*** Records for the exercise ***
import math

import pytest

from budgets.errors import BudgetsError, EvidenceError, NotSupportedError
from budgets.evidence.evaluation import SetAside
from budgets.evidence.study_data import (
    DESIGNS,
    MOST_ROWS,
    VECTOR_DESIGNS,
    NamedSource,
    StudyData,
    evaluate_study,
)

COLUMNS = ("sample", "replicate", "reading")
ROWS = tuple((f"P{i}", k, 3.0 + i / 10 + d) for i in range(4) for k, d in ((1, 0.02), (2, -0.01), (3, 0.0)))


def evaluated(rows=ROWS, columns=COLUMNS, design="repeatability", **options):
    return evaluate_study(design, StudyData(columns, tuple(rows)), study="wmp-rep", **options)


def fault_of(where, match=None, kind=EvidenceError, **changes):
    with pytest.raises(kind, match=match) as caught:
        evaluated(**changes)
    assert [fault.where for fault in caught.value.each()] == [where]


def test_an_unknown_design_names_those_that_exist():
    fault_of(("design",), match=", ".join(DESIGNS), design="guess")


def test_columns_are_checked_against_the_design():
    fault_of(
        ("columns",), "'reading' is missing.*optional: replicate", columns=("sample", "replicate"), rows=()
    )
    fault_of(("columns", 3), "'colour' is unknown", columns=(*COLUMNS, "colour"))
    fault_of(("columns", 2), "occurs twice", columns=("sample", "reading", "reading"))


@pytest.mark.parametrize(
    ("row", "where", "match"),
    [
        (("P0", 1), ("rows", 12), "2 cells, expected 3"),
        (("P0", 1, "3,12"), ("rows", 12, 2), "got the text '3,12'"),
        (("P0", 1, True), ("rows", 12, 2), "expected a number"),
        (("P0", 1, None), ("rows", 12, 2), "the cell is empty"),
        (("P0", 1, math.nan), ("rows", 12, 2), "finite"),
        (("P0", 1, -math.inf), ("rows", 12, 2), "finite"),
        (("P0", 1, 1e15), ("rows", 12, 2), "below 1e\\+15 in size"),
        (("P0", 1, 10**400), ("rows", 12, 2), "below 1e\\+15 in size"),
        ((None, 1, 3.0), ("rows", 12, 0), "label is missing"),
        ((True, 1, 3.0), ("rows", 12, 0), "label is missing"),
        (("  ", 1, 3.0), ("rows", 12, 0), "label is empty"),
    ],
)
def test_bad_cells_are_named_by_row_and_column(row, where, match):
    fault_of(where, match, rows=(*ROWS, row))


@pytest.mark.parametrize("name", DESIGNS)
def test_a_value_below_its_reporting_limit_is_refused_where_no_likelihood_is_there_for_it(name):
    """Never taken as zero or half of the limit; the design agreement has a likelihood for it."""
    layout = DESIGNS[name].layout
    measured = next(column for column in layout.required if layout.is_number(column))
    assert (measured in layout.censorable) == (name == "agreement")
    if name != "agreement":
        row = tuple({"below": 0.1} if column == measured else "a" for column in layout.required)
        where = ("rows", 0, layout.required.index(measured))
        fault_of(where, kind=NotSupportedError, rows=[row], columns=layout.required, design=name)


def test_all_faults_are_told_at_once_but_not_more_than_twenty():
    with pytest.raises(EvidenceError, match="40 faults") as caught:
        evaluated(rows=[("P0", 1, "x")] * 40)
    assert len(caught.value.each()) == 20


def test_an_empty_study_is_refused():
    fault_of(("rows",), "no data", rows=())


@pytest.mark.parametrize("name", [*DESIGNS, *VECTOR_DESIGNS])
def test_every_design_says_how_many_rows_it_takes(name):
    """Before a single cell is looked at."""
    most = {**DESIGNS, **VECTOR_DESIGNS}[name].most_rows
    long = ("process_stream", "nested_precision")
    assert most == (20_000 if name in long else 5_000) <= MOST_ROWS
    rows = ((None,),) * (most + 1)
    fault_of(("rows",), f"{most + 1} rows; the design {name} takes at most {most}", rows=rows, design=name)


def test_labels_written_as_numbers_are_the_same_whatever_wrote_them():
    rows = [(1, 1, 3.1), (1.0, 2, 3.2), ("1", 3, 3.3), (1.5, 1, 3.0), (1.5, 2, 3.1)]
    assert [g["sample"] for g in evaluated(rows=rows).diagnostics["groups"]] == ["1", "1.5"]


def test_rows_set_aside_are_left_out_and_the_evaluation_with_them_is_kept():
    rows = (*ROWS, ("P0", 4, 9.0))
    evaluation = evaluated(rows=rows, set_aside=[SetAside(12, "cup not filled")])
    assert evaluation.estimates == evaluated().estimates
    assert evaluation.set_aside == (SetAside(12, "cup not filled"),)
    with_them = evaluation.diagnostics["with_set_aside"]["estimates"][0]["standard_uncertainty"]
    assert with_them > 10 * evaluation.estimate().standard_uncertainty


def test_a_row_that_cannot_be_read_may_be_set_aside():
    evaluation = evaluated(rows=(*ROWS, ("P0", 4, None)), set_aside=[SetAside(12, "cup not filled")])
    assert "the cell is empty" in evaluation.diagnostics["with_set_aside"]["error"]


@pytest.mark.parametrize(
    ("set_aside", "where"),
    [
        ([SetAside(99, "why")], ("set_aside", 0, "row")),
        ([SetAside(-1, "why")], ("set_aside", 0, "row")),
        ([SetAside(1, "why"), SetAside(1, "why")], ("set_aside", 1, "row")),
        ([SetAside(1, " ")], ("set_aside", 0, "reason")),
    ],
)
def test_what_cannot_be_set_aside(set_aside, where):
    fault_of(where, set_aside=set_aside)


def test_options_and_sources_that_a_design_does_not_take_are_refused(an_estimate):
    fault_of(("options", "independent"), "takes none", options={"independent": True})
    fault_of(("named_sources",), named_sources=[NamedSource("presentation", an_estimate())])
    with pytest.raises(EvidenceError, match="it takes independent"):
        evaluate_study("agreement", StudyData(("pair",), ()), study="v", options={"depth": 1})


def test_every_error_is_of_the_tree():
    for rows in ((), [("P0", 1)], [("P0", 1, "x")]):
        with pytest.raises(BudgetsError):
            evaluated(rows=rows)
*** End of Records for the exercise ***
:: To do ::
Print all of the records, leaving each one exactly as it appears above.

:: Output of the task ::
import math

import pytest

from budgets.errors import BudgetsError, EvidenceError, NotSupportedError
from budgets.evidence.evaluation import SetAside
from budgets.evidence.study_data import (
    DESIGNS,
    MOST_ROWS,
    VECTOR_DESIGNS,
    NamedSource,
    StudyData,
    evaluate_study,
)

COLUMNS = ("sample", "replicate", "reading")
ROWS = tuple((f"P{i}", k, 3.0 + i / 10 + d) for i in range(4) for k, d in ((1, 0.02), (2, -0.01), (3, 0.0)))


def evaluated(rows=ROWS, columns=COLUMNS, design="repeatability", **options):
    return evaluate_study(design, StudyData(columns, tuple(rows)), study="wmp-rep", **options)


def fault_of(where, match=None, kind=EvidenceError, **changes):
    with pytest.raises(kind, match=match) as caught:
        evaluated(**changes)
    assert [fault.where for fault in caught.value.each()] == [where]


def test_an_unknown_design_names_those_that_exist():
    fault_of(("design",), match=", ".join(DESIGNS), design="guess")


def test_columns_are_checked_against_the_design():
    fault_of(
        ("columns",), "'reading' is missing.*optional: replicate", columns=("sample", "replicate"), rows=()
    )
    fault_of(("columns", 3), "'colour' is unknown", columns=(*COLUMNS, "colour"))
    fault_of(("columns", 2), "occurs twice", columns=("sample", "reading", "reading"))


@pytest.mark.parametrize(
    ("row", "where", "match"),
    [
        (("P0", 1), ("rows", 12), "2 cells, expected 3"),
        (("P0", 1, "3,12"), ("rows", 12, 2), "got the text '3,12'"),
        (("P0", 1, True), ("rows", 12, 2), "expected a number"),
        (("P0", 1, None), ("rows", 12, 2), "the cell is empty"),
        (("P0", 1, math.nan), ("rows", 12, 2), "finite"),
        (("P0", 1, -math.inf), ("rows", 12, 2), "finite"),
        (("P0", 1, 1e15), ("rows", 12, 2), "below 1e\\+15 in size"),
        (("P0", 1, 10**400), ("rows", 12, 2), "below 1e\\+15 in size"),
        ((None, 1, 3.0), ("rows", 12, 0), "label is missing"),
        ((True, 1, 3.0), ("rows", 12, 0), "label is missing"),
        (("  ", 1, 3.0), ("rows", 12, 0), "label is empty"),
    ],
)
def test_bad_cells_are_named_by_row_and_column(row, where, match):
    fault_of(where, match, rows=(*ROWS, row))


@pytest.mark.parametrize("name", DESIGNS)
def test_a_value_below_its_reporting_limit_is_refused_where_no_likelihood_is_there_for_it(name):
    """Never taken as zero or half of the limit; the design agreement has a likelihood for it."""
    layout = DESIGNS[name].layout
    measured = next(column for column in layout.required if layout.is_number(column))
    assert (measured in layout.censorable) == (name == "agreement")
    if name != "agreement":
        row = tuple({"below": 0.1} if column == measured else "a" for column in layout.required)
        where = ("rows", 0, layout.required.index(measured))
        fault_of(where, kind=NotSupportedError, rows=[row], columns=layout.required, design=name)


def test_all_faults_are_told_at_once_but_not_more_than_twenty():
    with pytest.raises(EvidenceError, match="40 faults") as caught:
        evaluated(rows=[("P0", 1, "x")] * 40)
    assert len(caught.value.each()) == 20


def test_an_empty_study_is_refused():
    fault_of(("rows",), "no data", rows=())


@pytest.mark.parametrize("name", [*DESIGNS, *VECTOR_DESIGNS])
def test_every_design_says_how_many_rows_it_takes(name):
    """Before a single cell is looked at."""
    most = {**DESIGNS, **VECTOR_DESIGNS}[name].most_rows
    long = ("process_stream", "nested_precision")
    assert most == (20_000 if name in long else 5_000) <= MOST_ROWS
    rows = ((None,),) * (most + 1)
    fault_of(("rows",), f"{most + 1} rows; the design {name} takes at most {most}", rows=rows, design=name)


def test_labels_written_as_numbers_are_the_same_whatever_wrote_them():
    rows = [(1, 1, 3.1), (1.0, 2, 3.2), ("1", 3, 3.3), (1.5, 1, 3.0), (1.5, 2, 3.1)]
    assert [g["sample"] for g in evaluated(rows=rows).diagnostics["groups"]] == ["1", "1.5"]


def test_rows_set_aside_are_left_out_and_the_evaluation_with_them_is_kept():
    rows = (*ROWS, ("P0", 4, 9.0))
    evaluation = evaluated(rows=rows, set_aside=[SetAside(12, "cup not filled")])
    assert evaluation.estimates == evaluated().estimates
    assert evaluation.set_aside == (SetAside(12, "cup not filled"),)
    with_them = evaluation.diagnostics["with_set_aside"]["estimates"][0]["standard_uncertainty"]
    assert with_them > 10 * evaluation.estimate().standard_uncertainty


def test_a_row_that_cannot_be_read_may_be_set_aside():
    evaluation = evaluated(rows=(*ROWS, ("P0", 4, None)), set_aside=[SetAside(12, "cup not filled")])
    assert "the cell is empty" in evaluation.diagnostics["with_set_aside"]["error"]


@pytest.mark.parametrize(
    ("set_aside", "where"),
    [
        ([SetAside(99, "why")], ("set_aside", 0, "row")),
        ([SetAside(-1, "why")], ("set_aside", 0, "row")),
        ([SetAside(1, "why"), SetAside(1, "why")], ("set_aside", 1, "row")),
        ([SetAside(1, " ")], ("set_aside", 0, "reason")),
    ],
)
def test_what_cannot_be_set_aside(set_aside, where):
    fault_of(where, set_aside=set_aside)


def test_options_and_sources_that_a_design_does_not_take_are_refused(an_estimate):
    fault_of(("options", "independent"), "takes none", options={"independent": True})
    fault_of(("named_sources",), named_sources=[NamedSource("presentation", an_estimate())])
    with pytest.raises(EvidenceError, match="it takes independent"):
        evaluate_study("agreement", StudyData(("pair",), ()), study="v", options={"depth": 1})


def test_every_error_is_of_the_tree():
    for rows in ((), [("P0", 1)], [("P0", 1, "x")]):
        with pytest.raises(BudgetsError):
            evaluated(rows=rows)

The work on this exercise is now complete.